На рассвете в шатре у Сапеги собрались полковники и ротмистры. Пришли князья Вишневецкие Адам и Константин. Пришли осудить за неудачу, но Сапега, угадав их настроение, опередил:
— Не меня судите — себя судите! Слишком легко нам дался поход на Москву. Москва лежала перед гетманом Рожинским без всякой защиты. Почему же не вошли в Москву? В Москву потому не вошли, что драться надо было, а ранее города без боя открывали ворота. Не брали ни городов, ни крепостей — нам их сами московиты отдавали. Шли мы сюда на прогулку, а прогулка кончилась. Итак, панове, снимать ли осаду?
Многие пришли с этой мыслью. Сапега опередил. Тут же всем стало очевидно, что уходить от стен монастыря нельзя. Уйти — это признать поражение и открыть сообщение Москвы с северными городами, когда уже Скопин и шведы вышли из Новгорода. Порешили остаться и еще раз попытаться взять монастырь приступом.
Рожинский, не очень-то надеясь, что Зборовский и Шаховской остановят движение Скопина и шведов к Москве, решился на то, на что не решался во все время осады. Он поднял польские хоругви и пешие полки гультящих и казаков на захват Москвы. 5-го июня польское войско и воры вышли ночью на берег Ходынки, чтобы на рассвете начать пререправу. Когда рассвело, он увидел на противоположном берегу московскую конницу.
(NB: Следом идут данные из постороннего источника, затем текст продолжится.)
import { expect, test } from 'vitest';
import { defaultDesign, derive } from '../../../geometry';
import { billTable, csvCell } from '../../../geometry/files/bill-table';
import { partsOf } from '../../../geometry/parts/assembly';
import { billOf } from '../../../geometry/parts/bill';

const derivation = derive(defaultDesign());
if (!derivation.ok) throw new Error('no plates');
const { derived } = derivation;
const parts = partsOf(derived);

test('every part has a line, and plates weigh what the stack says', () => {
  const bill = billOf(parts);
  expect(bill.map(({ item }) => item)).toEqual(parts.map((_, i) => i + 1));
  const plates = bill.filter(({ part }) => /^s\d+-(rotor|stator)$/.test(part.key));
  expect(plates.reduce((sum, line) => sum + line.mass!, 0)).toBeCloseTo(derived.stack.mass, 6);
});

test('a brass ring weighs its volume times 8.44 g/cm³ (handbook, from memory)', () => {
  const ring = billOf(parts).find(({ part }) => part.key === 's1-rotor-spacer')!;
  // Ø 12 outside, Ø 6 bore, 1.8 long, 13 off.
  const volume = (Math.PI / 4) * (12 ** 2 - 6 ** 2) * 1.8 * 13;
  expect(ring.mass).toBeCloseTo((volume / 1000) * 8.44, 6);
});

test.each([
  ['=1+1', "'=1+1"],
  ['+49', "'+49"],
  ['-5', "'-5"],
  ['@x', "'@x"],
  ['a,b', '"a,b"'],
  ['say "x"', '"say ""x"""'],
  ['plain', 'plain'],
])('a spreadsheet takes %s for text', (value, cell) => {
  expect(csvCell(value)).toBe(cell);
});

test('the table has a row for each part and the same columns in each', () => {
  const rows = billTable(parts).trimEnd().split('\r\n');
  expect(rows).toHaveLength(parts.length + 1);
  expect(rows[0]!.split(',')).toHaveLength(10);
});
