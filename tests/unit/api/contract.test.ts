import { readdirSync } from "node:fs";
import { describe, expect, it } from "vitest";
import { z } from "zod";
import { operations } from "@/lib/api/contract";
import { decodeCursor, encodeCursor } from "@/lib/api/cursor";
import { openApiDocument } from "@/lib/api/openapi";
import type { Operation } from "@/lib/api/operation";
import { codeOfProblem, problemOf, problemSchema } from "@/lib/api/problem";
import { unstorableText } from "@/lib/api/read-body";
import { failureResponse } from "@/lib/api/responses";
import { defaultQuestionnaire } from "@/lib/questionnaire/default-questionnaire";
import { AppError, errorCodes, httpStatus } from "@/lib/shared/app-error";

const all: readonly Operation[] = Object.values(operations);
const documentSchema = z.object({
  openapi: z.literal("3.1.0"),
  paths: z.record(z.string(), z.record(z.string(), z.looseObject({ operationId: z.string(), responses: z.record(z.string(), z.unknown()), parameters: z.array(z.looseObject({ name: z.string(), in: z.string() })) }))),
});
const text = JSON.stringify(openApiDocument("https://saddlemark.example"));
const document = documentSchema.parse(JSON.parse(text));

describe("the published description", () => {
  it("holds every operation under its method and path, once", () => {
    const described = Object.entries(document.paths).flatMap(([path, methods]) => Object.entries(methods).map(([method, { operationId }]) => `${method.toUpperCase()} ${path} ${operationId}`));
    expect(described.sort()).toEqual(all.map(({ method, path, id }) => `${method} ${path} ${id}`).sort());
    expect(Object.entries(operations).every(([name, { id }]) => name === id)).toBe(true);
  });

  it("declares every path parameter of every path", () => {
    for (const operation of all) {
      const inPath = [...operation.path.matchAll(/\{(\w+)\}/g)].map(([, name]) => name).sort();
      const declared = document.paths[operation.path]?.[operation.method.toLowerCase()]?.parameters.filter((parameter) => parameter.in === "path").map(({ name }) => name) ?? [];
      expect(declared.sort(), operation.id).toEqual(inPath);
    }
  });

  it("has a route file for every path, and every route file a path", () => {
    const root = new URL("../../../app/api/v1/", import.meta.url);
    const files = readdirSync(root, { recursive: true, encoding: "utf8" }).filter((name) => name.endsWith("route.ts"));
    const served = files.map((name) => `/api/v1/${name.replaceAll("\\", "/").replace(/\/?route\.ts$/, "").replace(/\[(\w+)\]/g, "{$1}")}`);
    const others = ["/api/v1/openapi.json", "/api/v1/rulebook/edition.schema.json", "/api/v1/[[...path]]"];
    expect(served.filter((path) => !others.includes(path)).sort()).toEqual([...new Set(all.map(({ path }) => String(path)))].sort());
  });

  it("leaves no reference without its target", () => {
    const references = [...text.matchAll(/"\$ref":"([^"]+)"/g)].map(([, target]) => target);
    expect([...new Set(references)]).toEqual(["#/components/schemas/Problem"]);
  });

  it("describes a questionnaire by its fields, the required ones marked", () => {
    const post = z.looseObject({ requestBody: z.object({ required: z.literal(true), content: z.object({ "application/json": z.object({ schema: z.looseObject({ properties: z.record(z.string(), z.unknown()), required: z.array(z.string()), additionalProperties: z.literal(false) }) }) }) }) });
    const { schema } = post.parse(document.paths["/api/v1/advice"]?.post).requestBody.content["application/json"];
    for (const name of Object.keys(defaultQuestionnaire)) expect(schema.properties).toHaveProperty(name);
    expect(schema.required).toContain("discretisation");
    expect(schema.required).not.toContain("title");
  });
});

describe("problem details", () => {
  it.each(errorCodes)("of %s carry its status and lead back to its code", (code) => {
    const problem = problemSchema.parse(problemOf(new AppError(code, "Words.", { fields: [{ path: "a.b", message: "No." }], detail: "secret" })));
    expect(problem.status).toBe(httpStatus[code]);
    expect(codeOfProblem(problem)).toBe(code);
    expect(JSON.stringify(problem)).not.toContain("secret");
  });

  it("of an unexpected failure show nothing of it", async () => {
    const logged: unknown[] = [];
    const original = console.error;
    console.error = (...words: unknown[]) => void logged.push(...words);
    const response = failureResponse(new Error("Failed query: insert ... params: hunter2", { cause: Object.assign(new Error("duplicate key"), { code: "23505" }) }), "test");
    console.error = original;
    expect(response.status).toBe(500);
    expect(await response.text()).not.toContain("hunter2");
    expect(logged.join(" ")).toContain("23505");
    expect(logged.join(" ")).not.toContain("hunter2");
  });

  it("of a database that is away ask to try again", () => {
    const original = console.error;
    console.error = () => undefined;
    const response = failureResponse(new Error("Failed query", { cause: Object.assign(new Error("refused"), { code: "ECONNREFUSED" }) }), "test");
    console.error = original;
    expect([response.status, response.headers.get("retry-after")]).toEqual([503, "5"]);
  });
});

describe("cursors", () => {
  const place = z.tuple([z.string(), z.int()]);
  it("come back as they went, and only into their own list", () => {
    const cursor = encodeCursor("title", ["ångström, \"x\"", 12]);
    expect(decodeCursor(cursor, "title", place)).toEqual(["ångström, \"x\"", 12]);
    expect(decodeCursor(undefined, "title", place)).toBeNull();
    expect(() => decodeCursor(cursor, "-title", place)).toThrow(AppError);
  });
  it.each(["", "!", "e30", "bnVsbA", "W10", Buffer.from('["title",1,1]').toString("base64url"), Buffer.from('["title","\\u0000",1]').toString("base64url")])("refuse %j", (cursor) => {
    expect(() => decodeCursor(cursor, "title", place)).toThrow(AppError);
  });
});

describe("unstorableText", () => {
  it.each([
    [{ a: "x\u0000" }, "a"],
    [{ a: [{ b: "\ud800" }] }, "a.0.b"],
    [{ a: { "k\u0000": 1 } }, "a"],
    ["\udc00", ""],
  ])("finds %j at %j", (value, path) => {
    expect(unstorableText(value).map((error) => error.path)).toEqual([path]);
  });
  it("passes whole surrogate pairs and every other character", () => {
    expect(unstorableText({ a: "😀 ∞ \n\t", b: [1, null, true] })).toEqual([]);
  });
});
Рожинский дал знак к переправе. Опасный момент, хотя и не широка и не глубока речка Ходынка. Московские конники не помешали переправе. Четыре гусарских хоругви устремили свой удар на центр построения московских конных полков. Соблазнился он надеждой опрокинуть московскую конницу. Четыре гусарских хоругви устремили свой удар в центр построения московских конных полков. Подвела Рожинского привычка к налетам и к тому, что не встречали поляки серьезного сопротивления. Не догадался, что московские воеводы умышленно вызывали его атаку. За московскими полками стояли в затае «гуляй-города». Московская конница и не собиралсь держать атаку гусар. Она рассыпалась в разные стороны, и гусары оказались под пушечным и пищальным огнем из «гуляй-городов». Московская конница соединилась в строй и ударила на казаков и гультящих. А казакам и гультящим с какого рожна кровь проливать за поляков? Наступление на Москву захлебнулось, не начавшись.